What would you do given my variables? Thanks for your help.


----------



## duckfat (Aug 7, 2008)

Did you decide to give your stones a try or are you going with the edge pro? I've been looking at Debas from Keiichi after we talked about your Grouper trip. I thought you were going for a different handle on the Deba?

Dave


----------



## boar_d_laze (Feb 13, 2008)

Frequently, opening traditional Japanese blades requires moving a lot more metal than you can do with strops loaded with rouge. 

Polishing on a strop is all well and good, but you're proposed stropping methods ARE POLISHING (and perhaps truing), but NOT SHARPENING.  From your description of the blades' condition, they need actual sharpening and perhaps profiling.  

I've never used an Edge Pro, or any other tool and jig setup for that sort of chisel edged profiling.  I've heard some people say "yes" about the EP and others say "no."  Given that the EP is your go to sharpening method, I'd certainly give it a try -- sharpening the front bevel at the factory set (if there is one), or at about 10* if there isn't.  If you're using an Apex instead of a Pro you'll have to block the knife up in order to get an appropriately acute angle.  I'd sharpen the back bevel just enough to chase the front bevel's burr. 

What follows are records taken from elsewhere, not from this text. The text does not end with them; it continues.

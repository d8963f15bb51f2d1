package arming

import (
	"errors"
	"fmt"
	"sort"
	"strconv"
	"strings"
	"time"
)

// scheduleExample is quoted in every window error as the fix.
const scheduleExample = `"mon-fri 18:00-08:00", "sat,sun 20:00-09:00" or "daily 00:00-24:00"`

// Schedule is a set of weekly armed windows in one IANA time zone. Windows
// are written as "DAYS HH:MM-HH:MM" in local wall-clock time:
//
//   - "mon-fri 18:00-08:00"   weekdays from 18:00 to 08:00 the next morning
//   - "sat,sun 20:00-09:00"
//   - "daily 00:00-24:00"     always
//
// DAYS is "daily" or a comma list of mon, tue, wed, thu, fri, sat, sun and
// ranges of them (ranges may wrap, "fri-mon"). A window whose end is not
// after its start crosses midnight and belongs to the day it starts on.
// 24:00 is allowed only as an end. Windows may overlap; the schedule is
// armed when any window is.
//
// Boundaries are wall-clock times, resolved per date in the zone so that DST
// changes move them with the clock: a boundary inside a spring-forward gap
// takes effect when the gap ends, and one inside a repeated autumn hour at
// its first occurrence. A Schedule is immutable and safe for concurrent use.
type Schedule struct {
	loc     *time.Location
	windows []window
}

type window struct {
	text       string
	days       [7]bool // indexed by time.Weekday
	start, end int     // minutes after local midnight; end may be 1440
}

var weekdays = map[string]time.Weekday{
	"sun": time.Sunday, "mon": time.Monday, "tue": time.Tuesday, "wed": time.Wednesday,
	"thu": time.Thursday, "fri": time.Friday, "sat": time.Saturday,
}

// ParseSchedule parses windows (see Schedule for the syntax) in the IANA
// time zone named by zone, such as "Europe/Berlin". "Local" and the empty
// name are refused because they depend on the machine.
func ParseSchedule(zone string, windows []string) (*Schedule, error) {
	if zone == "" || zone == "Local" {
		return nil, fmt.Errorf("schedule zone %q: name the zone explicitly, e.g. \"Europe/Berlin\" or \"UTC\"", zone)
	}
	loc, err := time.LoadLocation(zone)
	if err != nil {
		return nil, fmt.Errorf("schedule zone %q: %w; use an IANA name such as \"Europe/Berlin\"", zone, err)
	}
	return ParseScheduleIn(loc, windows)
}

// ParseScheduleIn parses windows in loc, a zone the caller has already
// resolved (the machine's own zone, for instance, found under its IANA
// name). Reasons and status show times in loc.
func ParseScheduleIn(loc *time.Location, windows []string) (*Schedule, error) {
	if loc == nil {
		return nil, errors.New("schedule zone: none given")
	}
	if len(windows) == 0 {
		return nil, fmt.Errorf("schedule: no windows; add at least one, e.g. %s", scheduleExample)
	}
	s := &Schedule{loc: loc}
	for i, text := range windows {
		w, err := parseWindow(text)
		if err != nil {
			return nil, fmt.Errorf("schedule window %d %q: %w; write it like %s", i, text, err, scheduleExample)
		}
		s.windows = append(s.windows, w)
	}
	return s, nil
}

func parseWindow(text string) (window, error) {
	w := window{text: text}
	fields := strings.Fields(strings.ToLower(text))
	if len(fields) != 2 {
		return w, fmt.Errorf("want two parts, days and times, separated by a space, got %d", len(fields))
	}
	if err := parseDays(fields[0], &w.days); err != nil {
		return w, err
	}
	from, to, ok := strings.Cut(fields[1], "-")
	if !ok {
		return w, fmt.Errorf("times %q: want HH:MM-HH:MM", fields[1])
	}
	var err error
	if w.start, err = parseClock(from); err != nil {
		return w, fmt.Errorf("start: %w", err)
	}
	if w.end, err = parseClock(to); err != nil {
		return w, fmt.Errorf("end: %w", err)
	}
	if w.start == 24*60 {
		return w, fmt.Errorf("start 24:00 is the next day's 00:00; start at 00:00 on that day")
	}
	if w.start == w.end {
		return w, fmt.Errorf("start equals end, an empty or ambiguous window; use 00:00-24:00 for a whole day")
	}
	return w, nil
}

func parseDays(s string, days *[7]bool) error {
	if s == "daily" {
		for i := range days {
			days[i] = true
		}
		return nil
	}
	for _, item := range strings.Split(s, ",") {
		a, b, isRange := strings.Cut(item, "-")
		from, ok := weekdays[a]
		if !ok {
			return fmt.Errorf("day %q: want daily or mon, tue, wed, thu, fri, sat, sun, lists (sat,sun) and ranges (mon-fri)", a)
		}
		to := from
		if isRange {
			if to, ok = weekdays[b]; !ok {
				return fmt.Errorf("day %q: want mon, tue, wed, thu, fri, sat or sun", b)
			}
		}
		// Walk forward so that ranges may wrap past Sunday.
		for d := from; ; d = (d + 1) % 7 {
			days[d] = true
			if d == to {
				break
			}
		}
	}
	return nil
}

// parseClock reads H:MM or HH:MM, 00:00 to 24:00, into minutes.
func parseClock(s string) (int, error) {
	hs, ms, ok := strings.Cut(s, ":")
	if !ok || len(hs) < 1 || len(hs) > 2 || len(ms) != 2 || !digits(hs) || !digits(ms) {
		return 0, fmt.Errorf("time %q: want HH:MM on a 24-hour clock", s)
	}
	h, _ := strconv.Atoi(hs)
	m, _ := strconv.Atoi(ms)
	if h > 24 || m > 59 || (h == 24 && m != 0) {
		return 0, fmt.Errorf("time %q: want 00:00 to 23:59, or 24:00 as an end", s)
	}
	return h*60 + m, nil
}

func digits(s string) bool {
	for _, r := range s {
		if r < '0' || r > '9' {
			return false
		}
	}
	return true
}

// Location returns the schedule's time zone.
func (s *Schedule) Location() *time.Location { return s.loc }

// Armed reports whether t falls in an armed window. Any time zone of t is
// fine; the schedule's own zone decides.
func (s *Schedule) Armed(t time.Time) bool {
	_, ok := s.armedBy(t)
	return ok
}

// armedBy returns the index of the first window that covers t.
func (s *Schedule) armedBy(t time.Time) (int, bool) {
	today := civilDate(t.In(s.loc))
	for i, w := range s.windows {
		// A window lasts at most a day, so only yesterday's and today's
		// occurrences can cover t.
		for back := 1; back >= 0; back-- {
			start, end, ok := s.occurrence(w, today.AddDate(0, 0, -back))
			if ok && !t.Before(start) && t.Before(end) {
				return i, true
			}
		}
	}
	return -1, false
}

// Next returns the first instant after t at which Armed changes, and false
// when it never does (a schedule armed all week). The instant is in the
// schedule's zone.
func (s *Schedule) Next(t time.Time) (time.Time, bool) {
	today := civilDate(t.In(s.loc))
	var edges []time.Time
	// Boundaries from yesterday to eight days ahead: the schedule repeats
	// weekly, so a change that is not among them never comes.
	for d := -1; d <= 8; d++ {
		day := today.AddDate(0, 0, d)
		for _, w := range s.windows {
			if start, end, ok := s.occurrence(w, day); ok {
				edges = append(edges, start, end)
			}
		}
	}
	sort.Slice(edges, func(i, j int) bool { return edges[i].Before(edges[j]) })
	now := s.Armed(t)
	for _, e := range edges {
		if e.After(t) && s.Armed(e) != now {
			return e.In(s.loc), true
		}
	}
	return time.Time{}, false
}

// occurrence returns the instants at which w starts and ends when it starts
// on day (a civil date held as midnight UTC). ok is false when w is not
// armed on that weekday.
func (s *Schedule) occurrence(w window, day time.Time) (start, end time.Time, ok bool) {
	if !w.days[day.Weekday()] {
		return time.Time{}, time.Time{}, false
	}
	endDay := day
	if w.end <= w.start {
		endDay = day.AddDate(0, 0, 1)
	}
	start = wallInstant(day.Add(time.Duration(w.start)*time.Minute), s.loc)
	end = wallInstant(endDay.Add(time.Duration(w.end)*time.Minute), s.loc)
	return start, end, true
}

// civilDate returns the calendar date of t's wall clock as midnight UTC, a
// zone-free value on which AddDate counts calendar days, not 24 h spans.
func civilDate(t time.Time) time.Time {
	y, m, d := t.Date()
	return time.Date(y, m, d, 0, 0, 0, 0, time.UTC)
}

// wallInstant returns the first instant at which the clock in loc reads
// wall (given as a UTC value holding the wall-clock reading) or later. It
// exists because time.Date's choice in DST gaps and repeats is unspecified
// and does differ between zones.
func wallInstant(wall time.Time, loc *time.Location) time.Time {
	// Offsets lie within -12 h and +14 h, so the instant does too; take the
	// offsets in force at both ends of that span.
	lo, hi := wall.Add(-14*time.Hour), wall.Add(12*time.Hour)
	var best time.Time
	for _, probe := range []time.Time{lo, hi} {
		_, off := probe.In(loc).Zone()
		u := wall.Add(-time.Duration(off) * time.Second)
		if _, got := u.In(loc).Zone(); got == off && (best.IsZero() || u.Before(best)) {
			best = u
		}
	}
	if !best.IsZero() {
		return best
	}
	// wall falls in a gap: the clock jumps over it, and the first reading at
	// or past wall is at the jump. Search it to the second.
	reads := func(u time.Time) time.Time {
		_, off := u.In(loc).Zone()
		return u.Add(time.Duration(off) * time.Second)
	}
	a, b := lo.Unix(), hi.Unix()
	for a < b {
		mid := a + (b-a)/2
		if reads(time.Unix(mid, 0)).Before(wall) {
			a = mid + 1
		} else {
			b = mid
		}
	}
	return time.Unix(a, 0)
}

// Override is an operator's manual arming or disarming that lasts until
// Until, an instant (any zone; stored as RFC 3339). A zero Until means no
// override.
type Override struct {
	Armed bool      `json:"armed"`
	Until time.Time `json:"until"`
	By    string    `json:"by,omitempty"` // who set it, for reasons and status
}

// Active reports whether the override still applies at now.
func (o Override) Active(now time.Time) bool { return !o.Until.IsZero() && now.Before(o.Until) }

FWIW, I don't think I'd take the deba past 3K; and as far as I'm concerned polishing it to Mother's is just a time waster; all looks and no action.  It's probably overkill for the usuba too, but what the heck the usuba occupies a very different niche.

If you can't establish good edges with your EP you're going to have to move to stones. But there's no reason you have to be the one who opens the knives to the appropriate angles.  This is one of those times you might think about sending your blades out to someone who really knows the drill for those sorts of edges; and perhaps send the Yanagiba along as well.  Who you choose might have something to do with your location... or not.  If opening isn't something you're going to do often, it might not be worth the investment in time, seeking advice, and equipment.  Your call.

More FWIW:  Shaving arm hair is a lousy standard.  Even thumb-dragging is a better test.

BDL


----------



## the meal man (Apr 13, 2012)

BDL, Thanks for chiming in with your thoughtful feedback. I have always found your wisdom insightful and non-judgemental. Plus your posts always make me laugh.

I think i'm going to send these knives out to Dave M. for proper set-up. But you mentioned that hair shaving was not a good test for sharpness. that is curious to me. I always use the three finger test but that test yields a similar feel to the edge whether I strop or not. But when shaving (with the hair) yield different results from a non-stropped blade to a stropped blade. I do like the dropped grape tomato but I don't always have them on hand. How do you tell is your knives are sharp sharp?


----------



## boar_d_laze (Feb 13, 2008)

Meal,

Usually I thumbdrag to check the feel and evenness of the edge. Then I cut something. Nothing reveals shoddy sharpening like work.

BDL


----------